In butt welding two workpieces, such as steel plates, which are separated by a gap of varying width, the energy beam must be oscillated transversely to the longitudinal direction of the gap to be closed by the weld seam, and the width of oscillation must be at least equal, and preferably somewhat larger than, the maximum width of the gap to produce an acceptable weld seam of substantially constant width. Furthermore, additional or filler material must be supplied to the zone of welding to make up the deficiency in material corresponding to the gap, the supply of additional or filler material being generally controlled in dependence upon the width of the gap, see e.g. German Auslegeschrift No. 1,270,708.
Under the conditions outlined above, the amount of energy required for producing a weld seam of predetermined width should be substantially constant while the local energy demand needed for melting the respective portions of the workpieces to be joined, and for melting an additional material, varies as a function of the width of the gap. Thus, at a location where the width of the gap is relatively small and the feeding rate of the additional material is correspondingly low, the energy of the energy beam is consumed mainly in melting the marginal portions of the workpieces which form the gap, while in the case of a wide gap and a correspondingly high feeding rate of the additional material a large portion of the energy is used for melting the additional material.
It is known from U.S. Pat No. 3,131,289 to vary the wave-shape of the periodical signal which controls the transverse oscillation of an electron beam across a seam to be welded. This, however, varies the energy distribution across the seam rather than along the seam, because the frequency of transverse oscillation is maintained constant.
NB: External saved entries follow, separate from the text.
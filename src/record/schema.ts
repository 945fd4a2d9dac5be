/**
 * The form of a record: JSON Schema (`tolerand schema --record`) and the check of a record file that may come from
 * anywhere (`tolerand report`). Numbers that are not finite stand in the file as the strings "NaN", "Infinity" and
 * "-Infinity" and come out as numbers.
 */
import { z } from "zod";
import { explanation } from "./explanation-schema.js";
import { measurements } from "./measurements-schema.js";
import { sensitivity } from "./sensitivity-schema.js";
import { interval, name, number, orNull, real, reals, text, whole } from "./schema-parts.js";
import { RECORD_SCHEMA, type StudyRecord } from "./types.js";

const settings = { problem: name, source: name, estimator: name, output: name };
const sourceSpec = z.union([text, z.record(text, z.unknown())]);
const constant = z.union([real, reals, z.array(reals)]);

const problem = z.strictObject({
  id: name,
  title: text,
  about: text,
  dimension: z.int().min(1),
  inputs: z.array(
    z.strictObject({
      name,
      distribution: text,
      construction: text.optional(),
      parameters: z.record(name, z.union([number, z.array(number)])).optional(),
      length: orNull(z.int().min(1)),
      first: whole,
    }),
  ),
  dependence: z
    .union([
      z.strictObject({
        inputs: z.array(name),
        kind: z.enum(["cholesky", "principal-components"]),
        correlation: z.array(reals),
      }),
      z.strictObject({ inputs: z.array(name), kind: z.literal("one-factor"), shares: reals }),
    ])
    .optional(),
  constants: z.record(text, constant),
  integrand: text,
  quantity: z.union([
    z.enum(["mean", "probability", "ratio", "variance"]),
    z.strictObject({ quantile: z.number().gt(0).lt(1) }),
    z.strictObject({ shortfall: z.number().gt(0).lt(1) }),
  ]),
  reference: orNull(z.strictObject({ value: z.number(), text, uncertainty: z.number().min(0), basis: text })),
  tolerance: z.strictObject({
    absolute: orNull(z.number().gt(0)),
    relative: orNull(z.number().gt(0)),
    to: text,
    confidence: z.number().gt(0.5).lt(1),
  }),
  declared: z
    .array(
      z.strictObject({ line: text, kind: z.enum(["bias", "random"]), value: z.number().min(0), basis: text }),
    )
    .optional(),
  inUse: orNull(z.strictObject({ source: name, points: z.int().min(1), secondsPerPoint: number })),
  study: z.strictObject({
    sources: z.array(sourceSpec).optional(),
    sizes: z.array(whole).optional(),
    replicates: whole.optional(),
    estimators: z.array(text).optional(),
    falseAlarms: z.number().optional(),
    seed: whole.optional(),
  }),
});

const source = z.strictObject({
  id: name,
  title: text,
  citation: text,
  family: z.enum(["pseudo-random", "quasi-random", "stratified", "own"]),
  method: text,
  outputBits: whole,
  period: orNull(z.string().regex(/^[0-9]{1,10000}$/, "expected decimal digits")),
  largestDimension: z.int().min(1),
  nesting: z.enum(["sequence", "per-size"]),
  knownStructure: orNull(text),
  deterministic: z.boolean(),
  randomisations: z.array(text),
  repeatable: z.literal(false).optional(),
});

const nonFinite = z.strictObject({
  count: z.int().min(1),
  first: z.strictObject({ replicate: whole, index: whole, inputs: reals, value: text }),
});

const cell = z.strictObject({
  ...settings,
  n: z.int().min(1),
  dimension: z.int().min(1),
  indicator: z.boolean(),
  estimates: reals,
  withinVariances: z.array(orNull(real)),
  finiteBias: interval.optional(),
  secondsPerPoint: number,
  nonFinite: orNull(nonFinite),
  replicates: whole,
  reference: number,
  mean: number,
  bias: number,
  biasStandardError: number,
  rmse: number,
  rmseInterval: interval,
  replicateDeviation: number,
  integrandDeviation: number,
  varianceAgainstCrude: number,
  varianceAgainstCrudeInterval: interval,
  coverage: number,
  heavyTailed: z.boolean(),
  digest: text,
});

const consensus = z.strictObject({
  problem: name,
  value: number,
  standardError: number,
  members: z.array(z.strictObject({ source: name, n: z.int().min(1), mean: real, standardError: real })),
  q: real,
  pValue: real,
  agreed: z.boolean(),
});

const test = z.strictObject({
  ...settings,
  n: z.int().min(1),
  kind: z.enum(["student", "binomial", "none"]),
  pValue: number,
  pValueAdjusted: number,
  detectableBias: number,
  candidate: z.boolean(),
  confirmation: orNull(
    z.strictObject({
      replicates: whole,
      estimates: reals,
      bias: real,
      standardError: real,
      pValue: real,
    }),
  ),
  confirmed: z.boolean(),
  reason: orNull(text),
});

const spreadTest = z.strictObject({
  ...settings,
  n: z.int().min(1),
  ratio: number,
  pValue: number,
  pValueAdjusted: number,
  candidate: z.boolean(),
  confirmation: orNull(
    z.strictObject({
      replicates: whole,
      estimates: reals,
      withinVariances: z.array(orNull(real)),
      ratio: real,
      interval,
      pValue: real,
    }),
  ),
  confirmed: z.boolean(),
  reason: orNull(text),
});

const convergence = z.strictObject({
  ...settings,
  order: number,
  orderInterval: interval,
  floor: number,
  floorLower: number,
  reach: orNull(z.strictObject({ n: real, interval, extrapolated: z.boolean() })),
  never: z.boolean(),
  cost: number,
});

const budget = z.strictObject({
  ...settings,
  n: z.int().min(1),
  tolerance: number,
  confidence: z.number().gt(0).lt(1),
  lines: z.array(
    z.strictObject({
      line: text,
      kind: z.enum(["bias", "random", "probability"]),
      value: number,
      interval,
      basis: text,
      remedy: orNull(text).default(null),
    }),
  ),
  total: number,
  totalInterval: interval,
  verdict: z.enum(["within", "outside", "undecided", "none"]),
  headroom: number,
  largestLine: orNull(text),
  coverageFactor: number.default(null),
  degrees: number.default(null),
  reason: orNull(text),
  inUse: z.boolean(),
});

const recordSchema = z
  .strictObject({
    schema: z.literal(RECORD_SCHEMA),
    spec: z
      .strictObject({
        purpose: z.literal("pilot").optional(),
        until: z.literal("tolerance").optional(),
        problems: z.array(problem),
        sources: z.record(text, z.array(sourceSpec)),
        sizes: z.record(text, z.array(whole)),
        replicates: z.record(text, whole),
        estimators: z.record(text, z.array(text)),
        falseAlarms: z.number(),
        seed: whole,
      })
      .describe("What was asked, with every setting resolved."),
    specDigest: text.describe("SHA-256 of the canonical text of `spec`."),
    digest: text.describe("SHA-256 over the digests of all cells."),
    environment: z.strictObject({
      program: text,
      node: text,
      platform: text,
      threads: whole,
      started: text,
      finished: text,
      seconds: z.number(),
      command: text,
      complete: z.boolean(),
    }),
    problems: z.array(problem),
    sources: z.array(source),
    consensus: z.array(consensus),
    cells: z.array(cell).describe("One per problem, source, estimator, output and number of points."),
    tests: z.array(test),
    spreadTests: z.array(spreadTest).default([]),
    family: z.strictObject({ tests: whole, level: z.number() }),
    convergence: z.array(convergence),
    budgets: z.array(budget),
    explanations: z.array(explanation).default([]),
    stops: z
      .array(
        z.strictObject({
          problem: name,
          source: name,
          n: whole,
          look: whole,
          looks: whole,
          inside: z.boolean(),
        }),
      )
      .optional()
      .describe("Where a study that stops at the tolerance left each source."),
    measurements: z.array(measurements).default([]),
    sensitivity: z.array(sensitivity).default([]),
    warnings: z.array(text),
  })
  .describe("The record of a study by tolerand: what was asked, what was measured, what follows from it.");

/** The JSON Schema (draft 2020-12) of `record.json`. */
export function recordJsonSchema(): Record<string, unknown> {
  return { ...z.toJSONSchema(recordSchema, { io: "input" }) };
}

/** Findings shown of a record that is refused; the rest is counted. */
const SHOWN = 5;

/**
 * A record from the parsed JSON of a file.
 * @throws TypeError naming the parts that do not have the form of a record: where, what is expected, what was found.
 */
export function parseRecord(value: unknown): StudyRecord {
  const found = (value as { schema?: unknown } | null | undefined)?.schema;
  if (found !== RECORD_SCHEMA) {
    const what = typeof found === "string" ? JSON.stringify(found.slice(0, 60)) : "none";
    throw new TypeError(
      `record: expected "schema": "${RECORD_SCHEMA}", found ${what}; give the record.json of a study, or its folder`,
    );
  }
  const parsed = recordSchema.safeParse(value);
  if (parsed.success) return parsed.data as StudyRecord;
  const lines = parsed.error.issues.slice(0, SHOWN).map((issue) => `record: ${placeOf(issue)}`);
  const more = parsed.error.issues.length - SHOWN;
  if (more > 0)
    lines.push(`record: ... and ${more} more; the file was not written by this version of tolerand`);
  throw new TypeError(lines.join("\n"));
}

/** `cells[3].n: ...` */
function placeOf(issue: z.core.$ZodIssue): string {
  const path = issue.path.reduce<string>(
    (before, part) => before + (typeof part === "number" ? `[${part}]` : `${before && "."}${String(part)}`),
    "",
  );
  const message = issue.message.replace(/^Invalid input: /, "");
  return `${path === "" ? "the whole" : path}: ${message}`;
}
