/** Which inputs of an integrand matter, as plain data: shares of its variance, with intervals. */

/** A share of the variance. Estimates scatter, so a share near 0 or 1 may lie a little outside. */
export interface Share {
  readonly value: number;
  readonly interval: readonly [number, number];
}

/** A set of coordinates and what it does. */
export interface InputShare {
  /** As the formula writes it: "x", "z[3]", "z[1..8]". */
  readonly label: string;
  /** Index of the first coordinate, 0-based, and how many there are. */
  readonly first: number;
  readonly count: number;
  /** What the set decides alone (closed index; of one coordinate the first-order Sobol' index). */
  readonly alone: Share;
  /** What the set has part in (total index). */
  readonly total: Share;
}

export interface PairShare {
  /** Indices of the two, 0-based, in `units`. */
  readonly i: number;
  readonly j: number;
  /** What the two decide together. */
  readonly closed: Share;
  /** The part of it that neither decides alone. */
  readonly interaction: Share;
}

/** A whole number known by its ends. */
export interface Between {
  readonly atLeast: number;
  readonly atMost: number;
}

/** Slope of the logarithm of the deviation of randomised-net estimates on log n. */
export interface NetOrder {
  readonly order: number;
  readonly interval: readonly [number, number];
}

/** How fast randomised-net estimates settle, beside integrands of the same inputs whose smoothness is known. */
export interface Smoothness {
  readonly source: string;
  readonly sizes: readonly number[];
  readonly replicates: number;
  readonly integrand: NetOrder;
  /** exp, max(.., 0) and a condition of the same weighted sum of uniform coordinates. */
  readonly smooth: NetOrder;
  readonly kinked: NetOrder;
  readonly jumping: NetOrder;
}

export interface SensitivityMeasures {
  readonly source: string;
  /** Points of one replicate, and how many. */
  readonly points: number;
  readonly replicates: number;
  /** Values of the integrand that were taken in all. */
  readonly evaluations: number;
  readonly mean: number;
  readonly variance: number;
  /** Standard error of the variance over the variance. */
  readonly varianceError: number;
  /** Coordinates in order; groups of neighbours where there are too many. */
  readonly units: readonly InputShare[];
  /** True where a unit is more than one coordinate. */
  readonly grouped: boolean;
  /** Whole inputs, where there are several and one is longer than 1. */
  readonly inputs: readonly InputShare[];
  /** Leading pairs of units, largest interaction first. */
  readonly pairs: readonly PairShare[];
  /** Sum over all pairs; null where not all were looked at. */
  readonly allPairs: Share | null;
  /** Sum over units. */
  readonly allAlone: Share;
  /** Mean dimension, in coordinates. */
  readonly meanDimension: Share;
  /** So many first coordinates decide 99 % of the variance. */
  readonly truncation: Between;
  readonly smoothness: Smoothness | null;
}

/** How evenly a net covers pairs: t of the first base^digits points, for each of `pairs` of the measures. */
export interface NetPairs {
  readonly source: string;
  readonly base: number;
  readonly digits: number;
  readonly t: readonly number[];
}

/** One problem x output; `measures` is null where `reason` says why. */
export interface Sensitivity {
  readonly problem: string;
  readonly output: string;
  readonly confidence: number;
  readonly measures: SensitivityMeasures | null;
  /** The digital nets among the sources of the study. */
  readonly nets: readonly NetPairs[];
  readonly reason: string | null;
}
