/** The form of `sensitivity` in a record. */
import { z } from "zod";
import { name, orNull, real, reals, text, whole } from "./schema-parts.js";

const ends = z.tuple([real, real]);
const share = z.strictObject({ value: real, interval: ends });
const inputShare = z.strictObject({ label: text, first: whole, count: whole, alone: share, total: share });
const order = z.strictObject({ order: real, interval: ends });

export const sensitivity = z.strictObject({
  problem: name,
  output: name,
  confidence: real,
  reason: orNull(text),
  nets: z.array(z.strictObject({ source: name, base: whole, digits: whole, t: z.array(whole) })).default([]),
  measures: orNull(
    z.strictObject({
      source: name,
      points: whole,
      replicates: whole,
      evaluations: whole,
      mean: real,
      variance: real,
      varianceError: real,
      units: z.array(inputShare),
      grouped: z.boolean(),
      inputs: z.array(inputShare),
      pairs: z.array(z.strictObject({ i: whole, j: whole, closed: share, interaction: share })),
      allPairs: orNull(share),
      allAlone: share,
      meanDimension: share,
      truncation: z.strictObject({ atLeast: whole, atMost: whole }),
      smoothness: orNull(
        z.strictObject({
          source: name,
          sizes: reals,
          replicates: whole,
          integrand: order,
          smooth: order,
          kinked: order,
          jumping: order,
        }),
      ),
    }),
  ),
});
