/**
 * JSON as the program writes and hashes it: non-finite numbers as the strings "NaN", "Infinity" and "-Infinity" (a plain
 * JSON.stringify makes them null, which means absent), bigints as decimal strings.
 */
import { createHash } from "node:crypto";

function plain(value: unknown, sorted: boolean): unknown {
  if (typeof value === "number" && !Number.isFinite(value)) return String(value);
  if (typeof value === "bigint") return value.toString();
  if (Array.isArray(value)) return value.map((part) => plain(part, sorted));
  if (value !== null && typeof value === "object") {
    const entries = Object.entries(value).filter(([, v]) => v !== undefined);
    if (sorted) entries.sort(([a], [b]) => (a < b ? -1 : a > b ? 1 : 0));
    return Object.fromEntries(entries.map(([k, v]) => [k, plain(v, sorted)]));
  }
  return value;
}

/** The text that is hashed: keys sorted, no spaces. */
export function canonicalJson(value: unknown): string {
  return JSON.stringify(plain(value, true));
}

/** The text that is written: keys in the order they were given, `indent` spaces for reading. */
export function jsonText(value: unknown, indent = 0): string {
  return JSON.stringify(plain(value, false), null, indent);
}

/** SHA-256 (FIPS 180-4) of the canonical text, in hexadecimal. */
export function digestOf(value: unknown): string {
  return createHash("sha256").update(canonicalJson(value)).digest("hex");
}

/** A number read back from a record: a number, or one of the three strings for non-finite ones. */
export function numberFrom(value: unknown): number {
  if (typeof value === "number") return value;
  if (value === "NaN" || value === "Infinity" || value === "-Infinity") return Number(value);
  throw new TypeError(`record: expected a number, found ${JSON.stringify(value)}`);
}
Further, U.S. Pat. No. 3,417,223 discloses an electron beam welding method wherein additional material is supplied to the welding site. In some embodiments of this known method, the relative amount of energy supplied by the beam to the workpiece material and the additional material, respectively, is controlled by deflecting the beam such that, in a first position, it strikes mainly the workpiece material, and in a second position it strikes mainly the additional material. However, the known method does not provide for measuring the width of a gap between two workpiece parts to be welded together and no control of the beam deflection in dependence of such width.